* WHAT TO PRODUCE *
Report how many lines of the following entries include the string "coerce"; respond with the number alone.

Saved data entries:
import { z } from 'zod';
import { distinctList } from '@shared/lists/distinct';
import { tankStyle, type TankStyle } from '@shared/parameters/limit-templates';
import { livestockGroup, speciesId, type LivestockGroup } from '@shared/livestock/species';
import { equipmentKind, type EquipmentKind } from '@shared/schemas/equipment';
import { visitTask, type VisitTask } from '@shared/schemas/visits';
import { instantWithin } from '@shared/time/plausible';

/*
 * Care tips: advice a company sends to exactly the tanks it concerns. A tip is written as a draft,
 * then sent now or at a set time to its audience; each tank (and each of its owners) receives it at
 * most once; owners read it in their feed and may mark it helpful; staff may withdraw it.
 */

export const careTipIdParams = z.object({ tipId: z.uuid() });

export const tipCategories = ['maintenance', 'livestock', 'equipment', 'safety', 'seasonal'] as const;
export const tipCategory = z.enum(tipCategories);
export type TipCategory = z.infer<typeof tipCategory>;
export const tipCategoryLabels: Readonly<Record<TipCategory, string>> = {
  maintenance: 'Maintenance',
  livestock: 'Livestock',
  equipment: 'Equipment',
  safety: 'Safety',
  seasonal: 'Seasonal',
};

export const tipStatuses = ['draft', 'scheduled', 'sent', 'withdrawn'] as const;
export type TipStatus = (typeof tipStatuses)[number];

/** Who a tip is for: every tank of the company, or those of a style, keeping a species, with a kind of equipment, or chosen ones. */
export const tipAudience = z.discriminatedUnion('kind', [
  z.object({ kind: z.literal('all') }),
  z.object({ kind: z.literal('style'), style: tankStyle }),
  z.object({ kind: z.literal('species'), speciesId }),
  z.object({ kind: z.literal('equipment'), equipmentKind }),
  z.object({
    kind: z.literal('tanks'),
    tankIds: distinctList(z.uuid(), 500).refine((ids) => ids.length > 0, 'choose at least one tank'),
  }),
]);
export type TipAudience = z.infer<typeof tipAudience>;

/** When staff are offered the tip for one tap: an animal of a group added, or a visit task done. */
export const tipTrigger = z.discriminatedUnion('on', [
  z.object({ on: z.literal('livestock-added'), group: livestockGroup }),
  z.object({ on: z.literal('visit-task'), task: visitTask }),
]);
export type TipTrigger = z.infer<typeof tipTrigger>;

export const maxTipBodyLength = 20_000;

const careTipFields = z.object({
  title: z.string().trim().min(1, 'give the tip a title').max(160),
  /** Markdown, rendered by shared/text/markdown.ts. */
  body: z
    .string()
    .max(maxTipBodyLength, `at most ${maxTipBodyLength.toLocaleString('en')} characters`)
    .refine((body) => body.trim() !== '', 'write the tip'),
  category: tipCategory,
  photoId: z.uuid().nullable(),
  audience: tipAudience,
  suggestWhen: z.array(tipTrigger).max(10),
});

export const careTipInput = careTipFields.extend({
  photoId: careTipFields.shape.photoId.default(null),
  suggestWhen: careTipFields.shape.suggestWhen.default([]),
});
export type CareTipInput = z.input<typeof careTipInput>;

/** Built on the fields without their defaults, so a change leaves out what it does not name. */
export const careTipPatch = careTipFields.partial();

/** `at` absent or null: now. A time in the past is refused by the service against its clock. */
export const sendTipInput = z.object({ at: instantWithin({ futureDays: 366 }).nullable().default(null) });

export const sendToTankInput = z.object({ tankId: z.uuid() });

export const audienceCountInput = z.object({ audience: tipAudience });

/**
 * Where the next page of a feed starts: the last item's "<deliveredAt>_<tipId>_<tankId>", as
 * `tipFeedCursorOf` writes it. A page shorter than `limit` is the last one.
 */
const uuidText = '[0-9a-f]{8}-[0-9a-f]{4}-[0-9a-f]{4}-[0-9a-f]{4}-[0-9a-f]{12}';
const feedCursorShape = new RegExp(
  `^(\\d{4}-\\d\\d-\\d\\dT\\d\\d:\\d\\d:\\d\\d(?:\\.\\d{1,6})?Z)_${uuidText}_${uuidText}$`,
);
export const tipFeedCursor = z
  .string()
  .max(120)
  .refine((cursor) => {
    const at = feedCursorShape.exec(cursor)?.[1];
    return at !== undefined && Number.isFinite(Date.parse(at));
  }, 'use the cursor the previous page gave');

export const tipFeedQuery = z.object({
  tankId: z.uuid().optional(),
  cursor: tipFeedCursor.optional(),
  limit: z.coerce.number().int().min(1).max(50).default(20),
});
export type TipFeedQuery = z.input<typeof tipFeedQuery>;

export const tipFeedCursorOf = (item: Pick<TipFeedItem, 'deliveredAt' | 'tipId' | 'tankId'>) =>
  `${item.deliveredAt}_${item.tipId}_${item.tankId}`;

export interface AudienceCount {
  tanks: number;
  owners: number;
}

export interface CareTip {
  id: string;
  title: string;
  body: string;
  category: TipCategory;
  photoId: string | null;
  audience: TipAudience;
  suggestWhen: TipTrigger[];
  status: TipStatus;
  sendAt: string | null;
  sentAt: string | null;
  withdrawnAt: string | null;
  createdBy: { id: string; name: string } | null;
  /** Tanks and owners it has reached so far. */
  reached: AudienceCount;
  helpfulCount: number;
  createdAt: string;
}

/** One tip as a tank's owner (or staff looking at that tank) reads it. */
export interface TipFeedItem {
  tipId: string;
  tankId: string;
  tankName: string;
  title: string;
  body: string;
  category: TipCategory;
  photoId: string | null;
  deliveredAt: string;
  /** Whether the reader marked it helpful. */
  helpful: boolean;
}

export interface TipReach {
  tanks: { id: string; name: string; deliveredAt: string }[];
  owners: { id: string; name: string; tankName: string; helpful: boolean }[];
}

export interface TipSuggestion {
  tip: Pick<CareTip, 'id' | 'title' | 'category'>;
  /** Why it is offered, in words ("An anemone was added"). */
  reason: string;
}

/** Words for a trigger, shown on the tip and with a suggestion. */
export function triggerWords(
  trigger: TipTrigger,
  labels: { group: (g: LivestockGroup) => string; task: (t: VisitTask) => string },
): string {
  return trigger.on === 'livestock-added'
    ? `when ${labels.group(trigger.group)} is added`
    : `when a visit records “${labels.task(trigger.task)}”`;
}

export type { EquipmentKind, TankStyle };
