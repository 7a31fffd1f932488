import { z } from 'zod';
import { parameterKey } from '@shared/parameters/keys';
import type { ParameterLimits } from '@shared/parameters/limits';
import { allowedUnits, isEntryUnit, UnitNotAllowedError } from '@shared/parameters/units';
import type { ParameterHealth, TankStatus } from '@shared/parameters/health';
import { checkEntered, importedReadingInput, instrumentTempC, measuredAt } from '@shared/readings/entry';
import type { Reading } from '@shared/readings/reading';
import { instant } from '@shared/time/plausible';
import { manualSource, readingSource, type ReadingSource } from '@shared/readings/sources';

/** A reading entered by a person, at a visit or as a home test; the route decides which. */
export const manualReadingInput = z
  .object({
    parameter: parameterKey,
    value: z.number(),
    unit: z.string().max(40),
    measuredAt,
    method: z.string().trim().min(1).max(80).optional(),
    note: z.string().trim().max(1000).optional(),
    sampleTempC: instrumentTempC.optional(),
    referenceTempC: instrumentTempC.optional(),
  })
  .superRefine(checkEntered);
export type ManualReadingInput = z.infer<typeof manualReadingInput>;

export const manualReadingBatch = z.object({
  readings: z.array(manualReadingInput).min(1).max(50),
});
export type ManualReadingBatch = z.infer<typeof manualReadingBatch>;

/**
 * A device states no instrument temperatures, so it cannot send specific gravity. Plausibility is
 * deliberately not checked here: one faulty probe value must not make the whole batch fail (the
 * device would resend it forever); ingest sets such readings aside with `checkStoredValue`.
 */
export const deviceReadingInput = z
  .object({
    parameter: parameterKey,
    value: z.number(),
    unit: z.string().max(40),
    measuredAt,
  })
  .superRefine((reading, ctx) => {
    if (!isEntryUnit(reading.parameter, reading.unit)) {
      const { message } = new UnitNotAllowedError(
        reading.parameter,
        reading.unit,
        allowedUnits(reading.parameter),
      );
      ctx.addIssue({ code: 'custom', path: ['unit'], message });
    } else if (reading.unit === 'specific gravity') {
      ctx.addIssue({
        code: 'custom',
        path: ['unit'],
        message: 'devices send salinity as salinity or conductivity mS/cm, not specific gravity',
      });
    }
  });
export type DeviceReadingInput = z.infer<typeof deviceReadingInput>;

export const deviceReadingBatch = z.object({
  readings: z.array(deviceReadingInput).min(1).max(1000),
});
export type DeviceReadingBatch = z.infer<typeof deviceReadingBatch>;

/** The earliest and latest a person's reading may be dated, relative to the server's clock. */
export const futureToleranceMs = 5 * 60_000;

export const createReadingsInput = manualReadingBatch.extend({
  /** Staff choose; owners record home tests, which is also their default. */
  source: manualSource.optional(),
});
export type CreateReadingsInput = z.infer<typeof createReadingsInput>;

/** A CSV import is one batch, all or nothing, so it is bounded like one. */
export const maxImportRows = 5000;

export const importReadingsInput = z.object({
  readings: z.array(importedReadingInput).min(1).max(maxImportRows),
});
export type ImportReadingsInput = z.infer<typeof importReadingsInput>;

/**
 * What the ingest route validates up front: only the envelope. Each reading is checked on its own
 * (`deviceReadingInput`), so one bad row is set aside instead of failing the batch.
 */
export const maxDeviceBatch = 1000;
export const deviceIngestEnvelope = z.object({ readings: z.array(z.unknown()).min(1) });

export const ingestRejectionReasons = [
  'invalid',
  'unknown-parameter',
  'unknown-unit',
  'future',
  'before-tank',
  'implausible',
] as const;
export type IngestRejectionReason = (typeof ingestRejectionReasons)[number];

export interface IngestResult {
  accepted: number;
  duplicate: number;
  rejected: { index: number; reason: IngestRejectionReason; message: string }[];
}

const isoInstant = instant;

export const readingHistoryQuery = z
  .object({
    parameter: parameterKey,
    from: isoInstant,
    to: isoInstant,
    points: z.coerce.number().int().min(10).max(2000).default(500),
  })
  .superRefine((query, ctx) => {
    const span = Date.parse(query.to) - Date.parse(query.from);
    if (!(span > 0)) ctx.addIssue({ code: 'custom', path: ['to'], message: 'to must be after from' });
    else if (span > 5 * 366 * 24 * 3_600_000) {
      ctx.addIssue({ code: 'custom', path: ['from'], message: 'a window covers at most five years' });
    }
  });
export type ReadingHistoryQuery = z.infer<typeof readingHistoryQuery>;

/**
 * "<measuredAt>_<id>" as `cursorOf` writes it: a real moment and an id the service reads as a
 * number, so no larger than 2^53 − 1 (well inside PostgreSQL's bigint).
 */
function isReadingCursor(cursor: string): boolean {
  const split = cursor.lastIndexOf('_');
  const at = cursor.slice(0, split);
  const id = Number(cursor.slice(split + 1));
  return Number.isFinite(Date.parse(at)) && Number.isSafeInteger(id);
}

export const readingListQuery = z.object({
  parameter: parameterKey.optional(),
  source: readingSource.optional(),
  from: isoInstant.optional(),
  to: isoInstant.optional(),
  /** The `next` cursor of the previous page. */
  before: z
    .string()
    .max(60)
    .regex(/^\d{4}-\d\d-\d\dT[\d:.]+Z_\d+$/, 'use the cursor the previous page gave')
    .refine(isReadingCursor, 'use the cursor the previous page gave')
    .optional(),
  limit: z.coerce.number().int().min(1).max(500).default(100),
});
export type ReadingListQuery = z.infer<typeof readingListQuery>;

export const readingExportQuery = readingListQuery.omit({ before: true, limit: true });
export type ReadingExportQuery = z.infer<typeof readingExportQuery>;

export interface ReadingPage {
  readings: Reading[];
  next: string | null;
}

export interface ReadingBucket {
  /** Start of the bucket (its width is the answer's `bucketMs`). */
  start: string;
  min: number;
  mean: number;
  max: number;
  count: number;
  bySource: Record<ReadingSource, number>;
}

export interface LimitsInForce {
  limits: ParameterLimits | null;
  /** 'tank' for the tank's own limits, 'template' for the style's common-practice defaults. */
  source: 'tank' | 'template' | null;
}

/**
 * A window of history. With no more readings than `points` they come back as they are (`raw`);
 * otherwise as at most `points` buckets, and the visit and home-test readings still come one by one
 * so the chart can show who measured what.
 */
export interface ReadingHistory {
  parameter: z.infer<typeof parameterKey>;
  from: string;
  to: string;
  mode: 'raw' | 'buckets';
  bucketMs: number | null;
  total: number;
  buckets: ReadingBucket[];
  readings: Reading[];
  latest: Reading | null;
  /** The limits in force now; earlier limits are not kept. */
  limits: LimitsInForce;
}

/** One parameter of a tank at a glance: its latest reading judged against its limits. */
export interface ParameterHealthSummary {
  parameter: z.infer<typeof parameterKey>;
  health: ParameterHealth;
  /** The health in words ("pH 6.90 is below what the cardinal tetra tolerates (min 7)"). */
  reason: string;
  /**
   * Whether it counts towards the tank's status: it has a limit, or the livestock or an open alert
   * make a concern of it.
   */
  watched: boolean;
  latest: { value: number; measuredAt: string; source: ReadingSource } | null;
  limits: ParameterLimits | null;
  limitsSource: LimitsInForce['source'];
  /**
   * How long the latest reading counts as current (for a device, three of its usual intervals, at
   * least 30 minutes); null when it never goes stale.
   */
  expectedIntervalMs: number | null;
}

export interface TankHealthSummary {
  status: TankStatus;
  /** Why, in words; the same as the tank list and the tank page give. */
  statusReason: string;
  /** Watched parameters and any others with readings, in catalogue order. */
  parameters: ParameterHealthSummary[];
  lastReadingAt: string | null;
}

export interface DeviceSummary {
  id: string;
  name: string;
  /** The first characters of the token, to tell devices apart. */
  tokenHint: string;
  lastSeenAt: string | null;
  revokedAt: string | null;
  createdAt: string;
}

/** The answer to creating a device: the only time its token is ever shown. */
export interface CreatedDevice {
  device: DeviceSummary;
  token: string;
}

export const createDeviceInput = z.object({ name: z.string().trim().min(1, 'name the device').max(80) });
export type CreateDeviceInput = z.infer<typeof createDeviceInput>;

export const deviceParams = z.object({ tankId: z.uuid(), deviceId: z.uuid() });
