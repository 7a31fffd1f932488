import { z } from 'zod';
import { cursorParam, encodeCursor } from '@shared/lists/cursor';
import { distinctList } from '@shared/lists/distinct';

/*
 * A tank's timeline: one feed, newest first, of what happened to the tank that its owners may read.
 * Each kind is one entry in `timelineKinds` (and, because the maps below are keyed by it, the
 * compiler then asks for its words here, its source in api/services/timeline.ts and its icon on
 * the screen).
 */

export const timelineKinds = ['visit', 'livestock', 'alert', 'tip', 'urgent'] as const;
export const timelineKind = z.enum(timelineKinds);
export type TimelineKind = z.infer<typeof timelineKind>;

/** The kind in words, for one entry and for a filter of many. */
export const timelineKindNames: Readonly<Record<TimelineKind, { one: string; many: string }>> = {
  visit: { one: 'Visit report', many: 'Visit reports' },
  livestock: { one: 'Livestock change', many: 'Livestock' },
  alert: { one: 'Alert', many: 'Alerts' },
  tip: { one: 'Care tip', many: 'Care tips' },
  urgent: { one: 'Urgent visit request', many: 'Urgent requests' },
};

export const maxTimelinePage = 100;

/**
 * Where a page ends: the last entry's (at, kind, id), the order the feed is sorted in. It travels
 * as an opaque token so clients pass it back rather than build one.
 */
export const timelinePosition = z.object({
  at: z.iso.datetime(),
  kind: timelineKind,
  id: z.uuid(),
});
export type TimelinePosition = z.infer<typeof timelinePosition>;

export function encodeTimelineCursor(position: TimelinePosition): string {
  return encodeCursor([position.at, position.kind, position.id]);
}

/** The `before` of a request, decoded; anything not made by `encodeTimelineCursor` is refused. */
export const timelineCursor = cursorParam(timelinePosition);

/** `kinds=visit,alert` or `kinds=visit&kinds=alert`; none (or empty) means every kind. */
const kindsParam = z
  .union([z.string().max(200), z.array(z.string().max(200)).max(20)])
  .transform((value) =>
    (Array.isArray(value) ? value : [value])
      .flatMap((part) => part.split(','))
      .map((part) => part.trim())
      .filter((part) => part !== ''),
  )
  .pipe(distinctList(timelineKind, 20));

export const timelineQuery = z.object({
  kinds: kindsParam.optional(),
  before: timelineCursor.optional(),
  limit: z.coerce.number().int().min(1).max(maxTimelinePage).default(30),
});
export type TimelineQuery = z.output<typeof timelineQuery>;

export const timelineEntry = z.object({
  kind: timelineKind,
  /** The visit, the livestock status event, the alert event, the tip or the urgent request's event. */
  id: z.uuid(),
  at: z.iso.datetime(),
  title: z.string(),
  /** One short line; empty when the title says it all. */
  summary: z.string(),
  /** Where to read more, inside the app. */
  link: z.string(),
  /** The tank's IANA zone: times are shown on the tank's clock. */
  timeZone: z.string(),
  /** When a visit report was changed after it was first published. */
  editedAt: z.iso.datetime().nullable(),
  /** Markdown to read in full in the feed itself (a care tip's text), or null. */
  body: z.string().nullable(),
  /** The photo shown with that text (a care tip's), or null. */
  photoId: z.uuid().nullable(),
});
export type TimelineEntry = z.infer<typeof timelineEntry>;

export interface TimelinePage {
  entries: TimelineEntry[];
  /** Pass as `before` for the next older page; null at the end. */
  next: string | null;
}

* SOLUTION TO THE EXERCISE *
4